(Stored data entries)
========================

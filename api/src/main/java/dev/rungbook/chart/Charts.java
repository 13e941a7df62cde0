package dev.rungbook.chart;

import dev.rungbook.metrics.Histogram;
import dev.rungbook.metrics.TensorStats;
import dev.rungbook.tensor.Tensor;
import java.awt.BasicStroke;
import java.awt.Color;
import java.awt.Graphics2D;
import java.awt.RenderingHints;
import java.awt.geom.Line2D;
import java.awt.image.BufferedImage;
import java.io.ByteArrayOutputStream;
import java.io.IOException;
import java.io.UncheckedIOException;
import java.nio.charset.StandardCharsets;
import java.nio.file.Path;
import java.util.ArrayList;
import java.util.Arrays;
import java.util.Comparator;
import java.util.LinkedHashMap;
import java.util.List;
import java.util.Locale;
import java.util.Map;
import java.util.Objects;
import java.util.TreeSet;
import javax.imageio.ImageIO;
import org.knowm.xchart.AnnotationText;
import org.knowm.xchart.HeatMapChart;
import org.knowm.xchart.HeatMapChartBuilder;
import org.knowm.xchart.VectorGraphicsEncoder;
import org.knowm.xchart.XYChart;
import org.knowm.xchart.XYChartBuilder;
import org.knowm.xchart.XYSeries;
import org.knowm.xchart.XYSeries.XYSeriesRenderStyle;
import org.knowm.xchart.internal.chartpart.IChart;
import org.knowm.xchart.style.Styler;
import org.knowm.xchart.style.markers.Marker;
import org.knowm.xchart.style.markers.SeriesMarkers;
import tech.tablesaw.api.NumericColumn;
import tech.tablesaw.api.Table;
import tech.tablesaw.columns.Column;
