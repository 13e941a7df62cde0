"""Writes the seed corpus of ReaderFuzzTest (small valid and near-valid files). Run from this folder."""
import io, json, os, struct, zipfile

def st(header, data=b""):
    h = json.dumps(header).encode()
    return struct.pack("<Q", len(h)) + h + data

def npy(descr, shape, data):
    h = "{'descr': '%s', 'fortran_order': False, 'shape': %s, }" % (descr, repr(tuple(shape)))
    h = h.encode() + b" " * ((64 - (10 + len(h) + 1) % 64) % 64) + b"\n"
    return b"\x93NUMPY\x01\x00" + struct.pack("<H", len(h)) + h + data

def npz(members, deflate):
    b = io.BytesIO()
    with zipfile.ZipFile(b, "w", zipfile.ZIP_DEFLATED if deflate else zipfile.ZIP_STORED) as z:
        for n, c in members.items():
            z.writestr(n, c)
    return b.getvalue()

def put(method, name, content):
    os.makedirs(os.path.join("ReaderFuzzTestInputs", method), exist_ok=True)
    with open(os.path.join("ReaderFuzzTestInputs", method, name), "wb") as f:
        f.write(content)

f2 = struct.pack("<2f", 1.0, 2.0)
put("safetensors", "valid_f32", st({"w": {"dtype": "F32", "shape": [2], "data_offsets": [0, 8]}}, f2))
put("safetensors", "valid_meta_bf16", st({"__metadata__": {"k": "v"},
    "b": {"dtype": "BF16", "shape": [1, 2], "data_offsets": [0, 4]}}, b"\x80\x3f\x00\x40"))
put("safetensors", "offsets_beyond", st({"w": {"dtype": "F32", "shape": [2], "data_offsets": [0, 80]}}, f2))
put("shardedIndex", "valid", json.dumps({"metadata": {}, "weight_map": {"w": "a.safetensors"}}).encode())
put("shardedIndex", "missing_shard", json.dumps({"weight_map": {"w": "b.safetensors"}}).encode())
v = npy("<f4", [2], f2)
put("npy", "valid_f4", v)
put("npy", "valid_f8_2d", npy("<f8", [1, 2], struct.pack("<2d", 1.0, 2.0)))
put("npy", "object_array", npy("|O", [1], b"\x80\x04N."))
put("npz", "stored", npz({"w.npy": v}, False))
put("npz", "deflated", npz({"w.npy": v, "b.npy": npy("<i4", [1], b"\x01\x00\x00\x00")}, True))
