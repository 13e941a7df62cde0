package dev.rungbook.internal;

import static org.junit.jupiter.api.Assertions.assertArrayEquals;
import static org.junit.jupiter.api.Assertions.assertEquals;
import static org.junit.jupiter.api.Assertions.assertThrows;
import static org.junit.jupiter.api.Assertions.assertTrue;

import dev.rungbook.testing.Fixtures;
import java.util.Random;
import org.junit.jupiter.api.Test;

class EntropyCalibrationTest {

    @Test
    void mergeAndExpandWorkedExample() {
        // Source: check-values.md §10 (published 8-bit inference calibration procedure), expansion example [memory]
        double[] q = EntropyCalibration.mergeAndExpand(new double[] {1, 0, 2, 3, 5, 3, 1, 7}, 2);
        assertArrayEquals(new double[] {2, 0, 2, 2, 4, 4, 4, 4}, q, 0);
        // a remainder goes to the last level: 10 bins into 3 levels of 3, 3 and 4 bins
        q = EntropyCalibration.mergeAndExpand(new double[] {3, 0, 0, 1, 1, 1, 0, 2, 2, 4}, 3);
        assertArrayEquals(new double[] {3, 0, 0, 1, 1, 1, 0, 8 / 3.0, 8 / 3.0, 8 / 3.0}, q, 1e-15);
    }

    /**
     * A direct, separately written reference of the procedure in check-values.md §10: explicit lists, explicit
     * normalisation, explicit KL sum.
     */
    private static double[] reference(double[] bins, int levels) {
        double bestKl = Double.POSITIVE_INFINITY;
        int bestI = -1;
        for (int i = levels; i < bins.length; i++) {
            double[] p = java.util.Arrays.copyOf(bins, i);
            double outliers = 0;
            for (int j = i; j < bins.length; j++) {
                outliers += bins[j];
            }
            p[i - 1] += outliers;
            double[] raw = java.util.Arrays.copyOf(bins, i);
            double[] q = new double[i];
            int m = i / levels;
            for (int lv = 0; lv < levels; lv++) {
                int start = lv * m;
                int stop = lv == levels - 1 ? i : start + m;
                double mass = 0;
                int count = 0;
                for (int j = start; j < stop; j++) {
                    mass += raw[j];
                    count += p[j] != 0 ? 1 : 0;
                }
                for (int j = start; j < stop; j++) {
                    q[j] = p[j] != 0 ? mass / count : 0;
                }
            }
            double sp = java.util.Arrays.stream(p).sum();
            double sq = java.util.Arrays.stream(q).sum();
            double kl = 0;
            for (int j = 0; j < i; j++) {
                if (p[j] != 0) {
                    kl += (p[j] / sp) * Math.log((p[j] / sp) / (q[j] / sq));
                }
            }
            if (kl < bestKl) {
                bestKl = kl;
                bestI = i;
            }
        }
        return new double[] {bestI, bestKl};
    }

    @Test
    void gaussianThresholdMatchesReferenceAndIsPlausible() {
        float[] data = Fixtures.gaussian(71, 1_000_000);
        double maxAbs = 0;
        for (float v : data) {
            maxAbs = Math.max(maxAbs, Math.abs(v));
        }
        double[] h = EntropyCalibration.histogramOfAbs(data, 2048, maxAbs);
        EntropyCalibration.Result r = EntropyCalibration.threshold(h, maxAbs / 2048);
        // Source: check-values.md §10 (published 8-bit inference calibration procedure), re-implemented directly
        double[] ref = reference(h, 128);
        assertEquals((int) ref[0], r.bestBin());
        assertEquals(ref[1], r.divergence(), 1e-12);
        assertEquals((r.bestBin() + 0.5) * maxAbs / 2048, r.threshold(), 1e-15);
        // common practice: 8-bit entropy thresholds on Gaussian data fall between 2 and 5 sigma
        assertTrue(r.threshold() > 2 && r.threshold() < 5, "threshold " + r.threshold());
        EntropyCalibration.Result direct = EntropyCalibration.threshold(data);
        assertEquals(r, direct);
    }

    @Test
    void laplaceThresholdMatchesReference() {
        Random rnd = Fixtures.random(72);
        float[] data = new float[200_000];
        for (int i = 0; i < data.length; i++) {
            double u = rnd.nextDouble() - 0.5;
            data[i] = (float) (-Math.signum(u) * Math.log(1 - 2 * Math.abs(u)));
        }
        double[] h = EntropyCalibration.histogramOfAbs(data, 2048, 20.0);
        EntropyCalibration.Result r = EntropyCalibration.threshold(h, 20.0 / 2048);
        double[] ref = reference(h, 128);
        assertEquals((int) ref[0], r.bestBin());
        assertEquals(ref[1], r.divergence(), 1e-12);
    }

    @Test
    void klDivergenceMatchesDirectSum() {
        double[] p = {0.1, 0.4, 0, 0.5};
        double[] q = {0.3, 0.3, 0.2, 0.2};
        // Source: textbook definition sum p ln(p/q) over p > 0
        double expected = 0.1 * Math.log(0.1 / 0.3) + 0.4 * Math.log(0.4 / 0.3) + 0.5 * Math.log(0.5 / 0.2);
        assertEquals(expected, EntropyCalibration.klDivergence(p, q), 1e-15);
        // unnormalised inputs are normalised first
        assertEquals(expected, EntropyCalibration.klDivergence(new double[] {1, 4, 0, 5}, new double[] {3, 3, 2, 2}),
                1e-15);
        assertEquals(Double.POSITIVE_INFINITY, EntropyCalibration.klDivergence(new double[] {1, 1},
                new double[] {1, 0}));
        assertEquals(0.0, EntropyCalibration.klDivergence(p, p), 1e-15);
    }

    @Test
    void fewerNonEmptyBinsThanLevelsClipNothing() {
        float[] data = {0.1f, 0.2f, 0.3f, 0.4f, 0.5f, -0.5f, 0.2f};
        double[] h = EntropyCalibration.histogramOfAbs(data, 2048, 1.0);
        EntropyCalibration.Result r = EntropyCalibration.threshold(h, 1.0 / 2048);
        // 0.5 lands in bin 1024: keep bins [0, 1025); every level holds at most one non-empty bin, so Q = P
        assertEquals(1025, r.bestBin());
        assertEquals(0.0, r.divergence(), 1e-15);
        assertEquals(1025.0 / 2048, r.threshold(), 1e-15);
        // the raw procedure would pick i = 205 (everything clipped into the bin of 0.1, divergence 0)
        assertEquals(205, (int) reference(h, 128)[0]);
        // a sparse histogram whose data fit in fewer bins than levels
        double[] few = new double[2048];
        few[3] = 5;
        few[40] = 1;
        EntropyCalibration.Result f = EntropyCalibration.threshold(few, 0.5);
        assertEquals(41, f.bestBin());
        assertEquals(20.5, f.threshold(), 0);
        assertEquals(0.0, f.divergence(), 0);
    }

    @Test
    void candidatesThatCannotRepresentTheOutliersAreSkipped() {
        double[] h = new double[2048];
        for (int j = 0; j < 200; j++) {
            h[j] = 100;
        }
        h[2047] = 1;
        // e.g. i = 300: its last level covers bins [254, 300), all empty, but P[299] holds the outlier: Q = 0 < P
        EntropyCalibration.Result r = EntropyCalibration.threshold(h, 0.01);
        double[] ref = reference(h, 128);
        assertEquals((int) ref[0], r.bestBin());
        assertTrue(Double.isFinite(r.divergence()));
        assertTrue(r.bestBin() >= 200 && r.bestBin() <= 256, "bin " + r.bestBin());
    }

    @Test
    void allZeroInputAndBadArguments() {
        assertEquals(new EntropyCalibration.Result(0, 0, 0), EntropyCalibration.threshold(new float[100]));
        assertEquals(new EntropyCalibration.Result(0, 0, 0), EntropyCalibration.threshold(new double[2048], 1.0));
        assertThrows(IllegalArgumentException.class, () -> EntropyCalibration.threshold(new double[128], 1.0));
        assertThrows(IllegalArgumentException.class, () -> EntropyCalibration.threshold(new double[2048], 0.0));
        IllegalArgumentException e = assertThrows(IllegalArgumentException.class,
                () -> EntropyCalibration.threshold(new float[] {1f, Float.NaN}));
        assertTrue(e.getMessage().contains("index 1"), e.getMessage());
        assertThrows(IllegalArgumentException.class, () -> EntropyCalibration.histogramOfAbs(new float[1], 10, 0));
        double[] h = EntropyCalibration.histogramOfAbs(new float[] {-1f, 0.99f, 0f, 3f}, 4, 1.0);
        assertArrayEquals(new double[] {1, 0, 0, 3}, h, 0); // |x| >= max goes to the last bin
    }
}
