package dev.rungbook.nn;

import static org.junit.jupiter.api.Assertions.assertEquals;
import static org.junit.jupiter.api.Assertions.assertThrows;
import static org.junit.jupiter.api.Assertions.assertTrue;

import dev.rungbook.io.Checkpoint;
import dev.rungbook.progress.OperationInterruptedException;
import dev.rungbook.quant.Quantizer;
import dev.rungbook.tensor.Tensor;
import dev.rungbook.testing.Fixtures;
import java.nio.file.Path;
import java.util.ArrayList;
import java.util.LinkedHashMap;
import java.util.List;
import java.util.Map;
import java.util.TreeSet;
import java.util.concurrent.atomic.AtomicLong;
import java.util.function.Function;
import org.junit.jupiter.api.Test;
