package dev.rungbook.internal;

import static org.junit.jupiter.api.Assertions.assertEquals;
import static org.junit.jupiter.api.Assertions.assertThrows;
import static org.junit.jupiter.api.Assertions.assertTrue;

import org.junit.jupiter.api.Test;

class MxScaleTest {
    private static final int E2M1_EMAX = 2;

    @Test
    void workedExamplesFromSpec() {
        // Source: OCP Microscaling Formats v1.0 (2023), shared-scale rule; worked examples per check-values.md §4
        assertEquals(0, MxScale.sharedExponent(7f, E2M1_EMAX)); // floor(log2 7) = 2, minus emax 2
        assertEquals(1f, MxScale.scale(7f, E2M1_EMAX));
        assertEquals(-4, MxScale.sharedExponent(0.3f, E2M1_EMAX)); // floor(log2 0.3) = -2, minus 2
        assertEquals(0x1p-4f, MxScale.scale(0.3f, E2M1_EMAX));
        // 0.3 / 2^-4 = 4.8 lies within the E2M1 range (max 6), as the spec intends
        assertTrue(0.3f / MxScale.scale(0.3f, E2M1_EMAX) <= 6f);
        // E4M3 (emax 8): block max 448 -> 2^(8 - 8) = 1
        assertEquals(0, MxScale.sharedExponent(448f, 8));
        assertEquals(-8, MxScale.sharedExponent(1f, 8));
    }

    @Test
    void exactFloorLog2AtPowersOfTwoAndSubnormals() {
        assertEquals(3, MxScale.sharedExponent(8f, 0));
        assertEquals(2, MxScale.sharedExponent(Math.nextDown(8f), 0));
        assertEquals(-127, MxScale.sharedExponent(Float.MIN_VALUE, 0)); // clamped to the E8M0 range
        assertEquals(127, MxScale.sharedExponent(Float.MAX_VALUE, 0));
        assertEquals(125, MxScale.sharedExponent(Float.MAX_VALUE, 2));
        assertEquals(-127, MxScale.sharedExponent(0f, E2M1_EMAX));
        assertThrows(IllegalArgumentException.class, () -> MxScale.sharedExponent(Float.NaN, 2));
        assertThrows(IllegalArgumentException.class, () -> MxScale.sharedExponent(-1f, 2));
        assertThrows(IllegalArgumentException.class, () -> MxScale.sharedExponent(Float.POSITIVE_INFINITY, 2));
    }

    @Test
    void e8m0CodesFollowSpec() {
        // Source: OCP MX v1.0, E8M0: bias 127, codes 0..254 = 2^-127..2^127, 0xFF = NaN (check-values.md §4)
        assertEquals(127, MxScale.encodeE8M0(0));
        assertEquals(0, MxScale.encodeE8M0(-127));
        assertEquals(254, MxScale.encodeE8M0(127));
        assertEquals(1f, MxScale.decodeE8M0(127));
        assertEquals(0x1p-127f, MxScale.decodeE8M0(0));
        assertTrue(MxScale.decodeE8M0(0) > 0);
        assertEquals(0x1p127f, MxScale.decodeE8M0(254));
        assertTrue(Float.isNaN(MxScale.decodeE8M0(0xFF)));
        for (int e = -127; e <= 127; e++) {
            assertEquals((float) Math.pow(2, e), MxScale.decodeE8M0(MxScale.encodeE8M0(e)));
        }
        assertThrows(IllegalArgumentException.class, () -> MxScale.encodeE8M0(128));
        assertThrows(IllegalArgumentException.class, () -> MxScale.decodeE8M0(256));
    }
}
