package dev.rungbook.nn;

import dev.rungbook.internal.TensorAccess;
import dev.rungbook.metrics.ErrorReport;
import dev.rungbook.progress.Progress;
import dev.rungbook.quant.Granularity;
import dev.rungbook.quant.Quantized;
import dev.rungbook.quant.Quantizer;
import dev.rungbook.range.Range;
import dev.rungbook.range.RangeContext;
import dev.rungbook.range.RangeRule;
import dev.rungbook.round.Calibration;
import dev.rungbook.round.Rounding;
import dev.rungbook.tensor.Tensor;
import java.util.ArrayList;
import java.util.Arrays;
import java.util.List;
import java.util.Optional;
import tech.tablesaw.api.DoubleColumn;
import tech.tablesaw.api.StringColumn;
import tech.tablesaw.api.Table;
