package dev.rungbook.internal;

import static org.junit.jupiter.api.Assertions.assertArrayEquals;
import static org.junit.jupiter.api.Assertions.assertEquals;
import static org.junit.jupiter.api.Assertions.assertThrows;
import static org.junit.jupiter.api.Assertions.assertTrue;

import dev.rungbook.nn.FixedPoint;
import java.util.SplittableRandom;
import org.junit.jupiter.api.Test;
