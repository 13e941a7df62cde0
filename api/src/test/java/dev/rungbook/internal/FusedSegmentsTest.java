package dev.rungbook.internal;

import static org.junit.jupiter.api.Assertions.assertEquals;
import static org.junit.jupiter.api.Assertions.assertThrows;
import static org.junit.jupiter.api.Assertions.assertTrue;

import dev.rungbook.quant.Quantized;
import dev.rungbook.quant.Quantizer;
import dev.rungbook.tensor.Tensor;
import java.math.BigDecimal;
import java.util.SplittableRandom;
import org.junit.jupiter.api.Test;

/**
 * The fused per-group kernels against the public API's specs (codes, scales, dequantized values bit for bit) and
 * their error sums against exact BigDecimal sums of the same values.
 */
class FusedSegmentsTest {
    private static final int ROWS = 24;
    private static final int COLS = 256;

    /**
     * Rows of Gaussian values whose ranges differ by orders of magnitude, with an all-zero row, a constant row, a
     * row of exact grid ties (odd multiples of half a step) and a row of tiny values.
     */
    private static float[] matrix(long seed) {
        SplittableRandom r = new SplittableRandom(seed);
        float[] w = new float[ROWS * COLS];
        for (int row = 0; row < ROWS; row++) {
            double range = Math.exp(r.nextDouble(-6, 4));
            for (int c = 0; c < COLS; c++) {
                w[row * COLS + c] = (float) (range * r.nextGaussian());
            }
        }
        java.util.Arrays.fill(w, 3 * COLS, 4 * COLS, 0f);
        java.util.Arrays.fill(w, 5 * COLS, 6 * COLS, -0.37f);
        for (int c = 0; c < COLS; c++) {
            // int4: max |x| = 7 gives scale 1, so these are exact ties x.5 of the grid
            w[7 * COLS + c] = c % 16 == 0 ? 7f : (r.nextInt(-14, 14) + 0.5f) / 2f;
            w[9 * COLS + c] = (float) (1e-30 * r.nextGaussian());
        }
        return w;
    }

    private static double exactSquares(float[] a, float[] b, int from, int to) {
        BigDecimal s = BigDecimal.ZERO;
        for (int i = from; i < to; i++) {
            BigDecimal d = new BigDecimal(a[i]).subtract(b == null ? BigDecimal.ZERO : new BigDecimal(b[i]));
            s = s.add(d.multiply(d));
        }
        return s.doubleValue();
    }

    /** One kernel call's outputs for {@code w} in segments of {@code m}. */
    private static final class Out {
        final float[] w;
        final int m;
        final int count;
        final float[] scales;
        final byte[] codes;
        final float[] dq;
        final double[] se;
        final double[] ss;

        Out(float[] w, int m) {
            this.w = w;
            this.m = m;
            count = w.length / m;
            scales = new float[count];
            codes = new byte[w.length];
            dq = new float[w.length];
            se = new double[count];
            ss = new double[count];
        }

        /** Codes, scales and values equal the API's bit for bit; the sums equal exact sums of the same values. */
        void assertSameAsApiAndExact(Quantized api) {
            for (int s = 0; s < count; s++) {
                assertEquals(api.scales().getFlat(s), scales[s], "scale " + s);
            }
            for (int i = 0; i < codes.length; i++) {
                assertEquals(api.codes().get(i), codes[i], "code " + i);
                assertEquals(Float.floatToRawIntBits(api.dequantized().getFlat(i)), Float.floatToRawIntBits(dq[i]),
                        "dequantized value " + i);
            }
            for (int s = 0; s < count; s++) {
                // Source: BigDecimal arithmetic on the same floats (exact); the kernel's float partial sums stay
                // within about 1e-5 relative (Fused's class comment)
                double e = exactSquares(w, dq, s * m, (s + 1) * m);
                double x = exactSquares(w, null, s * m, (s + 1) * m);
                assertEquals(e, se[s], 1e-5 * e + Double.MIN_VALUE, "error sum of segment " + s);
                assertEquals(x, ss[s], 1e-5 * x + Double.MIN_VALUE, "signal sum of segment " + s);
            }
        }
    }

    @Test
    void perGroupLinearGivesTheApisResultsAndExactSums() {
        for (int bits : new int[] {2, 3, 4, 8}) {
            for (int m : new int[] {16, 128, 48}) {
                float[] w = matrix(11L * bits + m);
                Out o = new Out(w, m);
                FusedSegments.linear(w, o.count, m, bits, o.scales, o.codes, o.dq, o.se, o.ss);
                Tensor t = COLS % m == 0 ? Tensor.of(w, ROWS, COLS) : Tensor.of(w, o.count, m);
                o.assertSameAsApiAndExact(Quantizer.linear(bits).perGroup(1, m).apply(t));
            }
        }
    }

    @Test
    void nf4BlocksGiveTheApisResultsAndExactSums() {
        // 16, 32 and 64: sums formed on the way out of the sixteen-lane kernel; 256 (over one chunk), 24 (a tail
        // after the vectors) and 48 (not a power of two): sums after the segment
        for (int m : new int[] {64, 32, 256, 16, 24, 48}) {
            float[] w = matrix(29L + m);
            Out o = new Out(w, m);
            FusedSegments.nf4(w, o.count, m, o.scales, o.codes, o.dq, o.se, o.ss);
            Tensor t = COLS % m == 0 ? Tensor.of(w, ROWS, COLS) : Tensor.of(w, o.count, m);
            o.assertSameAsApiAndExact(Quantizer.nf4().blockSize(m).apply(t));
            // Reference: the plain loops of the error sums (Fused.scalarSegmentSums) on the same values: the same
            // operations in the same order, so the same bits, whichever kernel formed them
            double[] se = new double[o.count];
            double[] ss = new double[o.count];
            Fused.scalarSegmentSums(w, o.dq, 0, o.count, m, o.scales, 0, se, ss);
            for (int s = 0; s < o.count; s++) {
                assertEquals(Double.doubleToLongBits(se[s]), Double.doubleToLongBits(o.se[s]), "error sum " + s + ", m " + m);
                assertEquals(Double.doubleToLongBits(ss[s]), Double.doubleToLongBits(o.ss[s]), "signal sum " + s + ", m " + m);
            }
        }
    }

    @Test
    void tiesRoundToEvenAndZeroGroupsAreExact() {
        // Source: symmetric int4 with max |x| = 7 has scale 7 / 7 = 1, so the codes are the values rounded half to
        // even (IEEE 754 roundTiesToEven), worked by hand
        float[] w = {7f, 0.5f, 1.5f, 2.5f, -0.5f, -2.5f, 3.5f, -7f, 0f, 0f, 0f, 0f, 0f, 0f, 0f, 0f};
        float[] scales = new float[2];
        byte[] codes = new byte[16];
        float[] dq = new float[16];
        double[] se = new double[2];
        FusedSegments.linear(w, 2, 8, 4, scales, codes, dq, se, null);
        assertEquals(1f, scales[0]);
        byte[] expected = {7, 0, 2, 2, 0, -2, 4, -7};
        for (int i = 0; i < 8; i++) {
            assertEquals(expected[i], codes[i], "code " + i);
            assertEquals(expected[i], dq[i], "value " + i);
        }
        assertEquals(6 * 0.25, se[0], 1e-12);
        assertEquals(1f, scales[1], "an all-zero group gets scale 1");
        assertEquals(0.0, se[1]);
        for (int i = 8; i < 16; i++) {
            assertEquals(0, codes[i]);
            assertEquals(0f, dq[i]);
        }
    }

    @Test
    void refusesNonFiniteValuesAndBadSizesNamingThePlace() {
        float[] w = new float[64];
        w[41] = Float.NaN;
        IllegalArgumentException e = assertThrows(IllegalArgumentException.class,
                () -> FusedSegments.linear(w, 4, 16, 4, new float[4], new byte[64], new float[64], null, null));
        assertTrue(e.getMessage().contains("index 41") && e.getMessage().contains("segment 2"), e.getMessage());
        w[41] = Float.NEGATIVE_INFINITY;
        e = assertThrows(IllegalArgumentException.class,
                () -> FusedSegments.nf4(w, 4, 16, new float[4], new byte[64], new float[64], null, null));
        assertTrue(e.getMessage().contains("index 41"), e.getMessage());
        e = assertThrows(IllegalArgumentException.class,
                () -> FusedSegments.nf4(w, 5, 16, new float[5], new byte[80], new float[80], null, null));
        assertTrue(e.getMessage().contains("need 5 x 16"), e.getMessage());
        assertThrows(IllegalArgumentException.class,
                () -> FusedSegments.linear(new float[8], 1, 8, 9, new float[1], new byte[8], new float[8], null, null));
        // a bad value in a later run of segments, whose magnitudes the previous run's kernel took on the side
        float[] big = new float[600 * 16];
        java.util.Arrays.fill(big, 0.5f);
        big[300 * 16 + 5] = Float.POSITIVE_INFINITY;
        e = assertThrows(IllegalArgumentException.class, () -> FusedSegments.nf4(big, 600, 16, new float[600],
                new byte[big.length], new float[big.length], null, null));
        assertTrue(e.getMessage().contains("index " + (300 * 16 + 5)) && e.getMessage().contains("segment 300"),
                e.getMessage());
        big[300 * 16 + 5] = Float.NaN;
        e = assertThrows(IllegalArgumentException.class, () -> FusedSegments.linear(big, 600, 16, 4, new float[600],
                new byte[big.length], new float[big.length], null, null));
        assertTrue(e.getMessage().contains("index " + (300 * 16 + 5)), e.getMessage());
    }
}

========================

» GOAL OF THE EXERCISE
Which of the lines above mention the word "struct"? Pull those lines out.

» OUTPUT OF THE TASK
import io, json, os, struct, zipfile
    return struct.pack("<Q", len(h)) + h + data
    return b"\x93NUMPY\x01\x00" + struct.pack("<H", len(h)) + h + data
f2 = struct.pack("<2f", 1.0, 2.0)
put("npy", "valid_f8_2d", npy("<f8", [1, 2], struct.pack("<2d", 1.0, 2.0)))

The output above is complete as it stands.